Протянув руку, с силой сжала пальцы Ванюшки и заглянула ему в лицо.
Как изменился Ванюшка с последней встречи! Похудел, почернел. Надо запомнить его лицо, унести в памяти: нос немного широкий и вздернутый, пухлые губы, пепел глаз.
— Ненаглядный, — шепнула Ксюша.
А может быть, не шептала? Может быть, только в душе прозвучал этот шепот, яо Ванюшка вроде услышал и отшатнулся.
— Ты?! — прищуренные глаза его загорелись злобой. Опасаясь удара, как при первой встрече, Ксюша крепко сжала запястье Ванюшкиной руки.
— Мне надо с тобой поговорить.
Боль уязвленной гордости резанула Ванюшку.
— Приползла… подзаборная… Прочь, потаскуха! — площадное слово ударило Ксюшу.
Уносить такое в тюрьму? Бежать от Ванюшки? Обидеться?
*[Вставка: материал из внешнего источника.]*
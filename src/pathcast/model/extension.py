"""Users' own rules, written in Pyomo against labelled variables, added to the pathway LP.

An extension is a Python file named in the scenario (``extensions: [{file: rules.py, function: extend}]``) or on the
command line (``pathcast run FILE --extension rules.py:extend``). Its function receives ``(model, inputs)``:

* ``model`` is a Pyomo ``ConcreteModel`` with one ``Var`` component per variable family of the LP, indexed by labels:
  ``model.capacity["solar_pv", 2040]`` [GW], ``model.new[t, y]`` [GW/yr], ``model.generation[g, y, day, hour]`` [GW],
  ``model.supply[s, y]`` [PJ/yr], ``model.emissions[y]`` [MtCO2/yr], ... (README, "Extensions", lists them with their
  units), and the sets ``model.technology``, ``model.year``, ``model.day``, ``model.hour``, ``model.supply_name``,
  ``model.commodity``. Variables are created when the rule first uses them, so an extension costs nothing for the
  columns it does not touch.
* ``inputs`` is the :class:`~pathcast.scenario.inputs.ModelInputs` of the run (years, technologies, demand, ...).

The function adds ``Constraint`` components (any name; indexed or not) and, for objective terms, entries of
``model.extra_cost[name] = expression`` [million currency of the price year, discounted: multiply by
``inputs.discount_factor`` yourself]. Each constraint becomes a row of the LP (block ``extension.<component>``), so its
dual appears in the results table ``extension_constraints``; a rule must be linear.

Why the family constraints are not Pyomo components too: they are built as arrays (a national model has a few hundred
thousand rows) and handed to HiGHS as arrays; the Pyomo model exists only so that users can write rules against
labelled variables. DEVELOPERS.md gives the measured costs.
"""

from __future__ import annotations

import ast
import importlib.util
import math
import re
import sys
from collections.abc import Callable, Sequence
from dataclasses import dataclass
from pathlib import Path
from typing import TYPE_CHECKING

import numpy as np

from ..errors import ScenarioError, did_you_mean
from ..scenario.extensions import ExtensionSpec
from .labels import BlockLabels, block_labels

if TYPE_CHECKING:  # annotations only: build.py imports this module when a scenario has extensions
    from .build import PathwayModel

__all__ = [
    "ExtensionRow",
    "apply_extensions",
    "load_extension",
    "EXTENSION_PREFIX",
    "read_extension_rows",
]

EXTENSION_PREFIX = "extension."


@dataclass(frozen=True)
class ExtensionRow:
    """One row an extension added: its block and index labels, bounds and where it sits in the LP."""

    block: str  # LP row block name, "extension.<component>"
    component: str
    index: str  # the constraint's index, as text ("" for a scalar constraint)
    lower: float
    upper: float


def load_extension(spec: ExtensionSpec) -> Callable:
    """Import the extension file and return its function; a missing file or function, or a file that fails to import,
    is a one-sentence ScenarioError."""
    path = Path(spec.file)
    if not path.is_file():
        raise ScenarioError(
            f"{spec.origin}: got {str(path)!r}, no such file; expected a Python file with a function "
            f"{spec.function}(model, inputs).",
            file=str(path),
        )
    name = f"pathcast_extension_{abs(hash(str(path.resolve())))}"
    module_spec = importlib.util.spec_from_file_location(name, path)
    if module_spec is None or module_spec.loader is None:
        raise ScenarioError(f"{path}: got a file Python cannot import; expected a Python source file (.py).")
    module = importlib.util.module_from_spec(module_spec)
    try:
        sys.modules[name] = module
        module_spec.loader.exec_module(module)
    except Exception as error:  # the user's file: report any failure as bad input
        sys.modules.pop(name, None)
        raise ScenarioError(
            f"{path}: importing it raised {type(error).__name__}: {_one_line(error)}; expected a Python file that "
            "imports cleanly."
        ) from None
    function = getattr(module, spec.function, None)
    if not callable(function):
        choices = [n for n, v in vars(module).items() if callable(v) and not n.startswith("_")]
        raise ScenarioError(
            f"{path}: got no function {spec.function!r}; expected a function {spec.function}(model, inputs)"
            f"{did_you_mean(spec.function, choices)}."
        )
    return function


def read_extension_rows(model: PathwayModel, x: np.ndarray, row_dual: np.ndarray) -> list[dict]:
    """One record per row the extensions added: its bounds, its value at the optimum (``activity``, in the units
    the rule was written in: GW for model.capacity, ...), its dual [million currency of the price year, discounted,
    per unit of the row; minimisation sign: <= 0 for a binding upper limit] and whether it binds (to 1e-7 relative,
    common practice, no source)."""
    rows = model.context.extension_rows
    if not rows:
        return []
    matrix, _, _ = model.lp.matrix()
    offsets = model.lp.row_offsets()
    activity_all = matrix @ x
    out: list[dict] = []
    seen: dict[str, int] = {}  # rows of each block met so far
    for row in rows:
        r = offsets[row.block] + seen.get(row.block, 0)
        seen[row.block] = seen.get(row.block, 0) + 1
        activity = float(activity_all[r])
        bound = row.upper if math.isfinite(row.upper) else row.lower
        binding = abs(activity - bound) <= 1e-7 * max(1.0, abs(bound))
        out.append(
            {
                "constraint": row.component,
                "index": row.index,
                "lower": row.lower,
                "upper": row.upper,
                "activity": activity,
                "dual_million_per_unit": float(row_dual[r]),
                "binding": bool(binding),
            }
        )
    return out


def _one_line(error: BaseException) -> str:
    text = " ".join(str(error).split())
    return text if len(text) <= 200 else text[:197] + "..."


def _labelled_model(model: PathwayModel):
    """The Pyomo model of labelled variables (created lazily: ``dense=False``) and the labels of each block."""
    import pyomo.environ as pyo

    ctx = model.context
    labels = block_labels(ctx)
    m = pyo.ConcreteModel(name="pathcast")
    m.technology = pyo.Set(initialize=[t.name for t in ctx.capacity_techs], ordered=True)
    m.year = pyo.Set(initialize=[int(y) for y in ctx.inputs.years], ordered=True)
    m.day = pyo.Set(initialize=list(ctx.inputs.day_names), ordered=True)
    m.hour = pyo.Set(initialize=list(range(ctx.H)), ordered=True)
    m.supply_name = pyo.Set(initialize=[s.name for s in ctx.inputs.supplies], ordered=True)
    m.commodity = pyo.Set(initialize=list(ctx.inputs.fuels), ordered=True)
    shared = {"year": m.year, "day": m.day, "hour": m.hour}
    for name, entry in labels.items():
        sets = []
        for dim, axis in zip(entry.dims, entry.labels, strict=True):
            if dim in shared:
                sets.append(shared[dim])
            else:
                component = pyo.Set(initialize=list(axis), ordered=True)
                m.add_component(f"{name}_{dim}", component)
                sets.append(component)
        index = sets[0]
        for more in sets[1:]:
            index = index * more  # a virtual product: nothing is enumerated
        block = entry.block
        lower = block.lower
        domain = pyo.NonNegativeReals if bool((lower == 0.0).all()) else pyo.Reals
        m.add_component(name, pyo.Var(index, dense=False, domain=domain))
    m.extra_cost = pyo.Expression(pyo.Any)
    return m, labels


_BAD_INDEX = re.compile(r"Index '(?P<index>.*)' is not valid for indexed component '(?P<component>[\w.]+)'")


def _explain_key_error(error: KeyError, labels: dict[str, BlockLabels], where: str) -> ScenarioError | None:
    """A one-sentence error for an unknown technology, year, ... used in an extension, or None."""
    match = _BAD_INDEX.search(str(error))
    if not match:
        return None
    component, text = match["component"], match["index"]
    entry = labels.get(component)
    try:
        index = ast.literal_eval(text)
    except (ValueError, SyntaxError):
        index = text
    key = index if isinstance(index, tuple) else (index,)
    if entry is None:
        return ScenarioError(
            f"{where}: got the index {index!r} of model.{component}; expected a valid index."
        )
    if len(key) != len(entry.dims):
        return ScenarioError(
            f"{where}: got the index {index!r} of model.{component}; expected {len(entry.dims)} labels "
            f"({', '.join(entry.dims)})."
        )
    for dim, label, axis in zip(entry.dims, key, entry.labels, strict=True):
        if label not in axis:
            shown = list(axis) if len(axis) <= 12 else [*list(axis)[:12], "..."]
            hint = did_you_mean(str(label), [str(a) for a in axis])
            extra = ""
            if component == "generation" and dim == "technology":
                extra = (
                    " (wind, solar and other free generators have no generation variable: use model.capacity)"
                )
            return ScenarioError(
                f"{where}: got the {dim} {label!r} in model.{component}[{text}]; expected one of {shown}{hint}{extra}."
            )
    return ScenarioError(f"{where}: got the index {index!r} of model.{component}; expected a valid index.")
— Вечером, — твердо сказала Ксюша, — в Сухом логу, на девичьем покосе… Я тебе все расскажу. Все, как есть! — и быстро ушла.
Обида, ревность, ненависть, любовь, сколько в вас слепоты, безрассудности и пристрастия.
Ванюшка быстро шел по селу. Впереди покосившееся оконце приземистой, почерневшей избы. Проходя мимо него, Ванюшка обычно трогал лады гармошки и сворачивал в переулок, к реке. Не успевал дойти до берега, как слышал торопливые шаги за спиной, и шею его обвивали руки Марфуши.
— Родненький мой… Ванюша… Соколик…
Сегодня Ванюшка даже не коснулся ладов висевшей на плече гармошки, а вышел на реку один.
Эх, Марфуша, Марфуша! В ночной тишине Ванюшка много раз называл тебя дорогой и любимой. И верил себе. Ему и вправду казалось в тот миг, что губы твои самые сладкие в мире, голос твой самый ласковый.
— Хорошо, когда девки не гордые, а с понятием, — говорил он тебе потом. — Не терплю недотрог. Пусть сидят томятся, а нам будет чем жизнь помянуть. Погуляет девка с парнем — лишь мягче станет. Эх, Марфуша, сладка ты, прямо сказать не могу…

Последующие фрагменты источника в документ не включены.